I’m back again for another Sunday Soul Session, well it’s Monday, so I guess a Monday Soul Session. When I tell you a sista has been going through it, boy! Can I be real and 100 with y’all? I mean really raw!?! I have been feeling like such a failure lately.
From my relationship with my boyfriend, to my career, to my health, and my finances, I have been truly sucking it up! I feel like that strong amazing woman I was 2 years ago would be shaking her head, and sipping on some tea at the tomfoolery I have gotten myself into.

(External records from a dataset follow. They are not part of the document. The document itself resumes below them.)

import { Injectable } from '@nestjs/common';
import type { DB, JsonValue, Shipment } from '@emberlot/db/database.types';
import { sql, type Kysely, type Selectable, type Transaction } from 'kysely';
import { containing, countOf, paged, sorted } from '../platform/paging/page.js';
import type { ParcelsQuery } from './parcel.dto.js';

export type ParcelRow = Selectable<Shipment>;

export interface ParcelNeedRow {
  readonly id: number;
  readonly demandId: number;
  readonly title: string;
  readonly form: string;
  readonly bag: string | null;
  readonly partId: number;
  readonly part: string;
  readonly partName: string;
  readonly measure: string;
  readonly traced: string;
  readonly quantity: string;
  readonly packed: string;
}

export interface PackedItemRow {
  readonly id: number;
  readonly needId: number;
  readonly partId: number;
  readonly part: string;
  readonly lotId: number;
  readonly lot: string;
  readonly binId: number;
  readonly bin: string;
  readonly unitId: number | null;
  readonly serial: string | null;
  readonly quantity: string;
  readonly packedAt: Date;
}

const sortColumns = {
  openedAt: 's.opened_at',
  shippedAt: 's.shipped_at',
  promisedOn: 'o.promised_on',
  number: 's.number',
  order: 'o.number',
};

@Injectable()
export class ParcelsRepository {
  async insert(
    trx: Transaction<DB>,
    parcel: { number: string; orderId: number; openedAt: Date; openedBy: number },
  ): Promise<number> {
    const { id } = await trx
      .insertInto('shipment')
      .values({
        number: parcel.number,
        order_id: parcel.orderId,
        opened_at: parcel.openedAt,
        opened_by: parcel.openedBy,
      })
      .returning('id')
      .executeTakeFirstOrThrow();
    return id;
  }

  async find(handle: Kysely<DB>, number: string): Promise<ParcelRow | undefined> {
    return handle.selectFrom('shipment').selectAll().where('number', '=', number).executeTakeFirst();
  }

  /** After the order's lock. */
  async lock(trx: Transaction<DB>, id: number): Promise<ParcelRow> {
    return trx.selectFrom('shipment').selectAll().where('id', '=', id).forUpdate().executeTakeFirstOrThrow();
  }

  async openOf(handle: Kysely<DB>, orderId: number): Promise<ParcelRow | undefined> {
    return handle
      .selectFrom('shipment')
      .selectAll()
      .where('order_id', '=', orderId)
      .where('status', 'in', ['packing', 'packed'])
      .executeTakeFirst();
  }

  /** @returns whether the state was still the expected one */
  async advance(
    trx: Transaction<DB>,
    id: number,
    expected: string,
    change: {
      readonly status?: string;
      readonly packed_at?: Date | null;
      readonly shipped_at?: Date;
      readonly shipped_by?: number;
      readonly carrier?: string;
      readonly tracking_code?: string | null;
      readonly weight_g?: number;
      readonly lithium?: JsonValue;
      readonly document_id?: number;
    },
  ): Promise<boolean> {
    const { lithium, ...columns } = change;
    const result = await trx
      .updateTable('shipment')
      .set((set) => ({
        ...columns,
        ...(lithium === undefined ? {} : { lithium: JSON.stringify(lithium) }),
        version: set('version', '+', 1),
      }))
      .where('id', '=', id)
      .where('status', '=', expected)
      .executeTakeFirst();
    return result.numUpdatedRows === 1n;
  }

  async needs(handle: Kysely<DB>, orderId: number, parcelId: number): Promise<ParcelNeedRow[]> {
    return handle
      .selectFrom('order_line_need as n')
      .innerJoin('order_line as l', 'l.id', 'n.order_line_id')
      .innerJoin('part as p', 'p.id', 'n.part_id')
      .select([
        'n.id',
        'n.demand_id as demandId',
        'l.title',
        'l.form',
        'n.bag',
        'n.part_id as partId',
        'p.code as part',
        'p.name as partName',
        'p.measure',
        'p.traced',
        'n.quantity',
        sql<string>`(select coalesce(sum(i.quantity), 0) from packed_item i
                     where i.order_line_need_id = n.id and i.shipment_id = ${parcelId} and i.taken_out_at is null)`.as(
          'packed',
        ),
      ])
      .where('l.order_id', '=', orderId)
      .orderBy('l.position')
      .orderBy('n.bag')
      .orderBy('n.id')
      .execute();
  }

  async items(handle: Kysely<DB>, parcelId: number): Promise<PackedItemRow[]> {
    return handle
      .selectFrom('packed_item as i')
      .innerJoin('part as p', 'p.id', 'i.part_id')
      .innerJoin('lot', 'lot.id', 'i.lot_id')
      .innerJoin('bin', 'bin.id', 'i.bin_id')
      .leftJoin('unit', 'unit.id', 'i.unit_id')
      .select([
        'i.id',
        'i.order_line_need_id as needId',
        'i.part_id as partId',
        'p.code as part',
        'i.lot_id as lotId',
        'lot.code as lot',
        'i.bin_id as binId',
        'bin.code as bin',
        'i.unit_id as unitId',
        'unit.serial',
        'i.quantity',
        'i.packed_at as packedAt',
      ])
      .where('i.shipment_id', '=', parcelId)
      .where('i.taken_out_at', 'is', null)
      .orderBy('i.id')
      .execute();
  }

  async insertItem(
    trx: Transaction<DB>,
    item: {
      parcelId: number;
      needId: number;
      partId: number;
      lotId: number;
      binId: number;
      unitId: number | null;
      quantity: string;
      packedAt: Date;
      packedBy: number;
    },
  ): Promise<void> {
    await trx
      .insertInto('packed_item')
      .values({
        shipment_id: item.parcelId,
        order_line_need_id: item.needId,
        part_id: item.partId,
        lot_id: item.lotId,
        bin_id: item.binId,
        unit_id: item.unitId,
        quantity: item.quantity,
        packed_at: item.packedAt,
        packed_by: item.packedBy,
      })
      .execute();
  }

  async takeOut(trx: Transaction<DB>, itemIds: readonly number[], at: Date): Promise<void> {
    if (itemIds.length === 0) return;
    await trx
      .updateTable('packed_item')
      .set({ taken_out_at: at })
      .where('id', 'in', [...itemIds])
      .where('taken_out_at', 'is', null)
      .execute();
  }

  /** Why an order may not be packed: read under its lock. */
  async standing(handle: Kysely<DB>, orderId: number) {
    const { rows } = await sql<{ paid: boolean; cancelled: boolean; shipped: boolean; review: string | null }>`
      select exists (select 1 from payment where order_id = ${orderId}) as paid,
             exists (select 1 from order_cancellation where order_id = ${orderId}) as cancelled,
             exists (select 1 from shipment where order_id = ${orderId} and status = 'shipped') as shipped,
             (select what from payment_review where order_id = ${orderId} and settled_at is null limit 1) as review
    `.execute(handle);
    const [row] = rows;
    if (!row) throw new Error('the standing of an order could not be read');
    return row;
  }

  async findPage(handle: Kysely<DB>, query: ParcelsQuery) {
    let found = handle.selectFrom('shipment as s').innerJoin('sales_order as o', 'o.id', 's.order_id');
    if (query.q) {
      const pattern = containing(query.q);
      found = found.where((where) =>
        where.or([
          where('s.number', 'ilike', pattern),
          where('o.number', 'ilike', pattern),
          where('o.recipient', 'ilike', pattern),
          where('s.tracking_code', 'ilike', pattern),
        ]),
      );
    }
    if (query.state) found = found.where('s.status', '=', query.state);
    const rows = found.select([
      's.id',
      's.number',
      'o.number as order',
      's.status as state',
      'o.recipient',
      'o.country_code as country',
      'o.promised_on as promisedOn',
      's.opened_at as openedAt',
      's.shipped_at as shippedAt',
      's.carrier',
      's.tracking_code as trackingCode',
    ]);
    const items = await paged(sorted(rows, query.sort, sortColumns, '-openedAt', 's.id'), query).execute();
    return { items, total: await countOf(found) };
  }
}
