import { Injectable } from '@nestjs/common';
import { longDay } from '../orders/long-day.js';
import { OrdersService } from '../orders/orders.service.js';
import { Clock } from '../platform/clock/clock.js';
import { Config } from '../platform/config/config.js';
import { Database } from '../platform/database/database.js';
import { Transactions } from '../platform/database/transactions.js';
import { type JobTask, Task } from '../platform/jobs/job-task.js';
import { Outbox } from '../platform/mail/outbox.js';

interface ShippedParcel {
  readonly parcelId: number;
}

/** Tells the buyer that the order has left. One mail however often it runs. */
@Injectable()
@Task({ name: 'parcel_shipped_mail' })
export class ParcelShippedMailTask implements JobTask<ShippedParcel> {
  constructor(
    private readonly clock: Clock,
    private readonly config: Config,
    private readonly database: Database,
    private readonly transactions: Transactions,
    private readonly outbox: Outbox,
    private readonly orders: OrdersService,
  ) {}

  async run({ parcelId }: ShippedParcel): Promise<void> {
    const parcel = await this.database.handle
      .selectFrom('shipment')
      .selectAll()
      .where('id', '=', parcelId)
      .executeTakeFirst();
    if (!parcel || parcel.shipped_at === null) return;
    const order = await this.orders.get(this.database.handle, parcel.order_id);
    const left = longDay(this.clock.dayOf(parcel.shipped_at));
    const facts: readonly (readonly [string, string])[] = [
      ['Parcel', parcel.number],
      ...(parcel.carrier === null ? [] : [['Carrier', parcel.carrier] as const]),
      ...(parcel.tracking_code === null ? [] : [['Tracking code', parcel.tracking_code] as const]),
    ];
    await this.transactions.run(async (trx) => {
      await this.outbox.enqueue(trx, {
        dedupeKey: `parcel ${parcel.number} shipped`,
        to: order.email,
        subject: `Order ${order.number} is on its way`,
        content: {
          heading: `Order ${order.number} is on its way`,
          paragraphs: [`Your order left us on ${left}.`],
          facts,
          action: { label: 'See the order', url: `${this.config.baseUrl}/orders/${order.number}` },
          caution:
            'There is a lithium battery in or with your tool. If the parcel arrives crushed, wet or warm, do not open or charge it: write to us.',
        },
      });
    });
  }
}
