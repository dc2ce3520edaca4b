import { Injectable } from '@nestjs/common';
import type { DB } from '@emberlot/db/database.types';
import { sql, type Kysely } from 'kysely';

/** Where something lies that may be packed, less what other open parcels hold of it. */
export interface PackableRow {
  readonly partId: number;
  readonly lotId: number;
  readonly lot: string;
  readonly binId: number;
  readonly bin: string;
  readonly quantity: string;
  readonly status: string;
  readonly quarantine: boolean;
  readonly expired: boolean;
  readonly lotKind: string;
}

export interface ScannedUnit {
  readonly id: number;
  readonly serial: string;
  readonly partId: number;
  readonly part: string;
  readonly lotId: number | null;
  readonly scrapped: boolean;
  readonly sound: boolean;
  /** The open parcel that it lies in. */
  readonly parcel: string | null;
}

/** What a scan means, and what lies where. */
@Injectable()
export class PackingLookupRepository {
  async unit(handle: Kysely<DB>, code: string, pageToken: string | null): Promise<ScannedUnit | undefined> {
    return handle
      .selectFrom('unit as u')
      .innerJoin('part as p', 'p.id', 'u.part_id')
      .select([
        'u.id',
        'u.serial',
        'u.part_id as partId',
        'p.code as part',
        'u.lot_id as lotId',
        sql<boolean>`u.scrapped_at is not null`.as('scrapped'),
        sql<boolean>`unit_is_sound(u.id)`.as('sound'),
        sql<string | null>`(select s.number from packed_item i join shipment s on s.id = i.shipment_id
                            where i.unit_id = u.id and i.taken_out_at is null and i.returned_at is null limit 1)`.as(
          'parcel',
        ),
      ])
      .where((where) => (pageToken === null ? where('u.serial', '=', code) : where('u.page_token', '=', pageToken)))
      .executeTakeFirst();
  }

  async lot(handle: Kysely<DB>, code: string) {
    return handle
      .selectFrom('lot as l')
      .innerJoin('part as p', 'p.id', 'l.part_id')
      .select(['l.id', 'l.code', 'l.part_id as partId', 'p.code as part', 'l.status'])
      .where('l.code', '=', code)
      .executeTakeFirst();
  }

  async part(handle: Kysely<DB>, code: string) {
    return handle.selectFrom('part').select(['id', 'code']).where('code', '=', code).executeTakeFirst();
  }

  async bin(handle: Kysely<DB>, code: string) {
    return handle.selectFrom('bin').select(['id', 'code', 'quarantine']).where('code', '=', code).executeTakeFirst();
  }

  /**
   * Everything that lies of some parts, oldest lots first. Where it may not be packed the row says why.
   *
   * @param today for lots that expire, in the shop's zone
   */
  async lying(handle: Kysely<DB>, partIds: readonly number[], today: string): Promise<PackableRow[]> {
    if (partIds.length === 0) return [];
    const { rows } = await sql<PackableRow>`
      select b.part_id as "partId", b.lot_id as "lotId", l.code as lot, b.bin_id as "binId", bin.code as bin,
             (b.quantity - coalesce(held.quantity, 0))::text as quantity, l.status, bin.quarantine,
             coalesce(l.expires_on < ${today}, false) as expired, l.kind as "lotKind"
      from stock_balance b
      join lot l on l.id = b.lot_id
      join bin on bin.id = b.bin_id
      left join lateral (
        select sum(i.quantity) as quantity
        from packed_item i join shipment s on s.id = i.shipment_id and s.status in ('packing', 'packed')
        where i.lot_id = b.lot_id and i.bin_id = b.bin_id and i.taken_out_at is null
      ) held on true
      where b.part_id = any(${[...partIds]}::bigint[]) and b.owner_customer_id is null and b.quantity > 0
      order by l.expires_on nulls last, l.received_on nulls last, l.id, bin.code
    `.execute(handle);
    return rows;
  }

  /** Held by claims on the shelf that have not ended. */
  async claimed(handle: Kysely<DB>, demandId: number): Promise<string> {
    const row = await handle
      .selectFrom('reservation')
      .select(sql<string>`coalesce(sum(quantity), 0)`.as('claimed'))
      .where('demand_id', '=', demandId)
      .where('supply', '=', 'shelf')
      .where('ended_at', 'is', null)
      .executeTakeFirstOrThrow();
    return row.claimed;
  }
}
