"""Which checks are installed. Built-in packs and a firm's packs come through the same entry points."""

from __future__ import annotations

from collections.abc import Iterable, Sequence
from dataclasses import dataclass
from fnmatch import fnmatchcase
from importlib.metadata import EntryPoint, entry_points

from ..errors import CheckRegistrationError, SettingsError
from .contract import Check

GROUP = "ifcjoints.checks"


@dataclass(frozen=True, slots=True)
class InstalledCheck:
    """A check, and the package and version it came from."""

    check: Check
    package: str
    version: str


def installed_checks(packs: Sequence[str] = (), only: str | None = None) -> list[InstalledCheck]:
    """Return the installed checks by name, limited to `packs` (import packages) and a glob on the name.

    Raises SettingsError for a pack that is not installed, CheckRegistrationError for a check that
    cannot be loaded or goes by two names.
    """
    points = sorted(entry_points(group=GROUP), key=lambda point: point.name)
    known = {_package(point) for point in points}
    for pack in packs:
        if pack not in known:
            raise SettingsError(f'no check pack "{pack}" is installed; installed are: {", ".join(sorted(known))}.')
    return [
        _load(point)
        for point in points
        if (not packs or _package(point) in packs) and (only is None or fnmatchcase(point.name, only))
    ]


def refuse_unknown(names: Iterable[str]) -> None:
    """Raise SettingsError for a check that options are given to and that no installed pack has."""
    known = sorted({point.name for point in entry_points(group=GROUP)})
    for name in names:
        if name not in known:
            raise SettingsError(f'the settings give options to a check "{name}"; installed are: {", ".join(known)}.')


def _package(point: EntryPoint) -> str:
    return point.module.partition(".")[0]


def _load(point: EntryPoint) -> InstalledCheck:
    try:
        check = point.load()
    except CheckRegistrationError:
        raise
    except Exception as error:
        raise CheckRegistrationError(f"the check {point.name} ({point.value}) cannot be loaded: {error}.") from error
    if not isinstance(check, Check) or check.name != point.name:
        raise CheckRegistrationError(
            f"the entry point {point.name} ({point.value}) does not name a check of that name."
        )
    return InstalledCheck(check, _package(point), point.dist.version if point.dist else "unknown")
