"""For packs and their tests: joints from plain figures, and a runner for the cases a check carries.

    @pytest.mark.parametrize(**case_parameters(elastic))
    def test_case(case):
        run_case(elastic, case)

or, without pytest, ``run_cases(elastic)``.
"""

from __future__ import annotations

from collections.abc import Sequence
from dataclasses import replace
from typing import Any, Literal

from ..model.actions import Action, FlangeSide, Forces
from ..model.basis import EDITIONS, Basis, StandardName
from ..model.joints import Flange, Interface, Joint, JointBolts, JointMember, JointPlate, Provenance, Row, Section
from ..model.results import Result
from ..model.units import Mm
from .contract import Case, Check, NoOptions, Subject
from .runner import run_check

PLAIN_FIGURES = (
    "rows", "bolts.diameter", "bolts.grade", "plates.plate.thickness", "plates.plate.grade",
    "top_flange.thickness", "top_flange.grade", "bottom_flange.thickness", "bottom_flange.grade",
)  # fmt: skip
PLAIN_ROWS: tuple[tuple[Mm, int], ...] = ((450.0, 2), (340.0, 2), (60.0, 2))


def plain_joint(
    rows: Sequence[tuple[Mm, int]] = PLAIN_ROWS,
    *,
    gauge: Mm = 110.0,
    flange_distance: Mm = 390.0,
    axis: Mm | None = None,
    slope: float = 0.0,
    flange: tuple[Mm, Mm] = (180.0, 13.5),
    flange_grade: str | None = "S355",
    inclinations: tuple[float, float] = (0.0, 0.0),
    bolt: tuple[Mm | None, str | None] = (24.0, "8.8"),
    plate_thickness: Mm = 20.0,
    plate_grade: str | None = "S355",
) -> Joint:
    """Build a moment joint from plain figures, with an end plate and nothing known of what carries it.

    `rows` are (y from the bottom flange's centre line, bolts), top to bottom, their bolts two by two about the web
    with this `gauge`; `flange` is (width, thickness) of both flanges, `inclinations` the bottom and the top
    flange's angle in degrees; `axis` where the member's axis meets the interface (y; by default half-way between
    the flanges), `slope` the degrees by which it rises from the interface's normal; `bolt` (diameter, grade).
    Lengths in mm.
    """
    given = Provenance(source="given", detail="plain figures")
    width, thickness = flange
    flanges = [
        Flange(
            global_id="member", part="member", width_mm=width, thickness_mm=thickness, inclination_deg=angle,
            grade=flange_grade,
        )
        for angle in inclinations
    ]  # fmt: skip
    section = Section(designation=None, shape="I", h_mm=flange_distance + thickness, b_mm=width, tf_mm=thickness)
    return Joint(
        id="J-PLAIN",
        name="plain joint",
        configuration="beam_to_column_flange",
        moment_joint=True,
        why="made from plain figures",
        family="F01",
        supported=JointMember(global_id="member", name="beam", end="start", section=section, grade=flange_grade),
        supporting=None,
        plates=(_plate(plate_thickness, width, flange_distance, plate_grade),),
        bolts=JointBolts(
            global_ids=("bolts",), count=sum(count for _, count in rows), diameter_mm=bolt[0], grade=bolt[1],
            hole_diameter_mm=None, grip_mm=None,
        ),
        rows=tuple(_row(y, count, gauge, flange_distance) for y, count in rows),
        interface=Interface(
            origin_mm=(0.0, 0.0, 0.0), normal=(1.0, 0.0, 0.0), up=(0.0, 0.0, 1.0), across=(0.0, -1.0, 0.0),
            flange_distance_mm=flange_distance, axis_y_mm=flange_distance / 2 if axis is None else axis,
            member_slope_deg=slope, bottom=flanges[0], top=flanges[1],
        ),
        completeness=1.0,
        provenance=dict.fromkeys(PLAIN_FIGURES, given),
    )  # fmt: skip


def _plate(thickness: Mm, width: Mm, depth: Mm, grade: str | None) -> JointPlate:
    return JointPlate(
        global_id="plate", role="end_plate", thickness_mm=thickness, width_mm=width, depth_mm=depth + 200.0, grade=grade
    )


def _row(y: Mm, count: int, gauge: Mm, flange_distance: Mm) -> Row:
    position: Literal["outside_top", "between", "outside_bottom"] = "between"
    if y > flange_distance or y < 0:
        position = "outside_top" if y > 0 else "outside_bottom"
    return Row(y_bottom_mm=y, y_top_mm=flange_distance - y, count=count, gauge_mm=gauge, position=position)


def plain_subject(
    joint: Joint,
    forces: tuple[float, float, float] | None = None,
    *,
    tension_flange: FlangeSide = "top",
    standard: StandardName = "EN 1993-1-8",
) -> Subject:
    """Ask about a joint under `forces` (N kN, V kN, M kNm), or about its resistance where there are none."""
    action = None
    if forces is not None:
        N_kN, V_kN, M_kNm = forces
        action = Action(case="LC1", forces=Forces(N_kN=N_kN, V_kN=V_kN, M_kNm=M_kNm), source="plain figures")
        tension_flange = action.tension_flange
    return Subject(joint, tension_flange, action, Basis(standard=standard, edition=EDITIONS[standard]))


def example_cases() -> tuple[Case, ...]:
    """Return a case that passes, one that fails and one that cannot be checked, for any check of bolt rows."""
    return (
        Case("a light moment passes", plain_subject(plain_joint(), (0.0, 50.0, 60.0)), "pass"),
        Case("a moment far beyond the bolts fails", plain_subject(plain_joint(), (0.0, 50.0, 900.0)), "fail"),
        Case(
            "bolts without a grade cannot be checked",
            plain_subject(plain_joint(bolt=(24.0, None)), (0.0, 50.0, 60.0)),
            "not_checkable",
            missing="grade",
        ),
    )


def case_parameters(check: Check) -> dict[str, Any]:
    """Return the arguments of ``pytest.mark.parametrize`` that run a test once for each case of a check, as `case`."""
    return {"argnames": "case", "argvalues": check.cases, "ids": [case.title for case in check.cases]}


def run_cases(check: Check) -> tuple[Result, ...]:
    """Run all cases of a check; AssertionError names the first that did not end as it should."""
    return tuple(run_case(check, case) for case in check.cases)


def run_case(check: Check, case: Case) -> Result:
    """Run one case of a check, with the check's default options where the case gives none.

    AssertionError says how it did not end as it should.
    """
    plain = isinstance(case.subject.options, NoOptions)
    result = run_check(check, replace(case.subject, options=check.options()) if plain else case.subject)
    if result.status != case.expect:
        raise AssertionError(
            f'{check.name}, "{case.title}": ended as {result.status}, not {case.expect} ({result.reason})'
        )
    if case.missing not in result.reason:
        raise AssertionError(f'{check.name}, "{case.title}": the reason does not name {case.missing}: {result.reason}')
    return result
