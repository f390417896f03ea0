"""Runs checks on joints: every joint, both directions, every action."""

from __future__ import annotations

from collections.abc import Sequence

from pydantic import ValidationError

from ..errors import SettingsError
from ..model.actions import Action, FlangeSide
from ..model.base import Frozen
from ..model.basis import Basis
from ..model.joints import Joint
from ..model.results import Result, Status
from .contract import Check, NotApplicable, NotCheckable, Subject, Verdict
from .registry import InstalledCheck
from .trace import Trace

DIRECTIONS: tuple[FlangeSide, ...] = ("top", "bottom")


def run_check(check: Check, subject: Subject) -> Result:
    """Run one check on one subject."""
    trace = Trace()
    try:
        verdict = check.function(subject, trace)
    except NotApplicable as outcome:
        return _silent(check, subject, "not_applicable", str(outcome), trace)
    except NotCheckable as outcome:
        return _silent(check, subject, "not_checkable", str(outcome), trace)
    return Result(
        check=check.name,
        case=subject.action.case if subject.action else None,
        tension_flange=subject.tension_flange,
        status=_status(verdict),
        actions=subject.action.forces if subject.action else None,
        resistance=verdict.resistance,
        utilisation=verdict.utilisation,
        governing=verdict.governing,
        row_forces_kN=tuple(verdict.row_forces_kN),
        compression_kN=verdict.compression_kN,
        steps=tuple(trace.steps),
    )


def run_checks(
    checks: Sequence[InstalledCheck],
    joint: Joint,
    actions: Sequence[Action],
    basis: Basis,
    options: dict[str, Frozen],
) -> tuple[Result, ...]:
    """Run every check on a joint, under each action in its own direction.

    A direction without an action still gets the joint's resistance.
    """
    subjects: list[tuple[FlangeSide, Action | None]] = []
    for direction in DIRECTIONS:
        acting = [action for action in actions if action.tension_flange == direction]
        subjects += [(direction, action) for action in acting] or [(direction, None)]
    return tuple(
        run_check(installed.check, Subject(joint, direction, action, basis, options[installed.check.name]))
        for installed in checks
        for direction, action in subjects
    )


def resolve_options(checks: Sequence[InstalledCheck], given: dict[str, dict[str, object]]) -> dict[str, Frozen]:
    """Return every check's options, defaults filled in; SettingsError names what does not fit."""
    resolved: dict[str, Frozen] = {}
    for installed in checks:
        check = installed.check
        try:
            resolved[check.name] = check.options.model_validate(given.get(check.name, {}))
        except ValidationError as error:
            first = error.errors()[0]
            place = ".".join(str(part) for part in first["loc"])
            raise SettingsError(f"the option {place} of the check {check.name}: {first['msg']}.") from error
    return resolved


def _status(verdict: Verdict) -> Status:
    if verdict.utilisation is None:
        return "resistance_only"
    return "pass" if verdict.utilisation <= 1.0 else "fail"


def _silent(check: Check, subject: Subject, status: Status, reason: str, trace: Trace) -> Result:
    return Result(
        check=check.name,
        case=subject.action.case if subject.action else None,
        tension_flange=subject.tension_flange,
        status=status,
        actions=subject.action.forces if subject.action else None,
        reason=reason,
        steps=tuple(trace.steps),
    )
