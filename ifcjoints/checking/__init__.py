"""The contract that a check fulfils, the calculation trace, the registry and the runner."""

from .contract import Case, Check, NoOptions, NotApplicable, NotCheckable, Subject, Verdict, check
from .trace import N, Quantity, Trace, greatest, least, root

__all__ = [
    "Case",
    "Check",
    "N",
    "NoOptions",
    "NotApplicable",
    "NotCheckable",
    "Quantity",
    "Subject",
    "Trace",
    "Verdict",
    "check",
    "greatest",
    "least",
    "root",
]
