"""An example of a check pack: one check, one file."""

I love my boyfriend and he loves me too, but as we all know, that isn’t always enough. I recently found out things in his past that definitely change our future together. There are days when I look at him and wonder “WTF am I doing here, baby girl dump him, let’s keep it moving”. And then the thought of not looking at his annoying face breaks my heart in two pieces. I have never had to work this hard to be with anyone! I am normally the Queen, I am worshipped, I get bored, then I leave. Now I have to actually work at this, be understanding, encouraging, forgiving, selfless, and loving all at the same time! And he makes everything 10xs harder because he too has to grow up, and he’s a prideful one y’all! There is nothing harder than trying to love someone who feels like they do no wrong! And y’all I already told you I’m petty.. so needless to say, things get crazy in my love affairs!
Gosh, that alone makes me want to take a nap on a beach… with a strong drink… with Morris Chestnut!
Well that’s not where it ends… I’m getting fat! Lol well I’ve always been fat… but I mean I am getting nice and fluffy! My bae is no longer the gym, my clothes are getting tighter and tighter, and my eating habits have taken on a mind of its own! I was really feeling myself for a minute there, but baby! Lets just say, I can’t hit the stairs without my road dogs: Sweat and Heavy Breathing!
And don’t get me started on careers and finances! I recently changed careers, wich makes the amount that I take home unpredictable! Momma needs her coins, and the thought of not knowing what is coming in and out keeps me up at night. And you remember that wonderful man of mine… yea…he’s great at making that bacon… but I have to be the one in charge of how its spent… which is good and bad. I get to be the BOSS LADY, but I get to have all the stress of keeping it all straight and in line!
Anyone else feeling over whelmed now??? Did you have to lay down??? Yea me too!
But here’s the good news… umm…. lol yeah I don’t know…. it’s 5 o’clock somewhere!?! No seriously, sometimes I hate being that sunny person always looking for the right side of things. You know what things suck right now. Period. End of story. We’re all adults and have been here!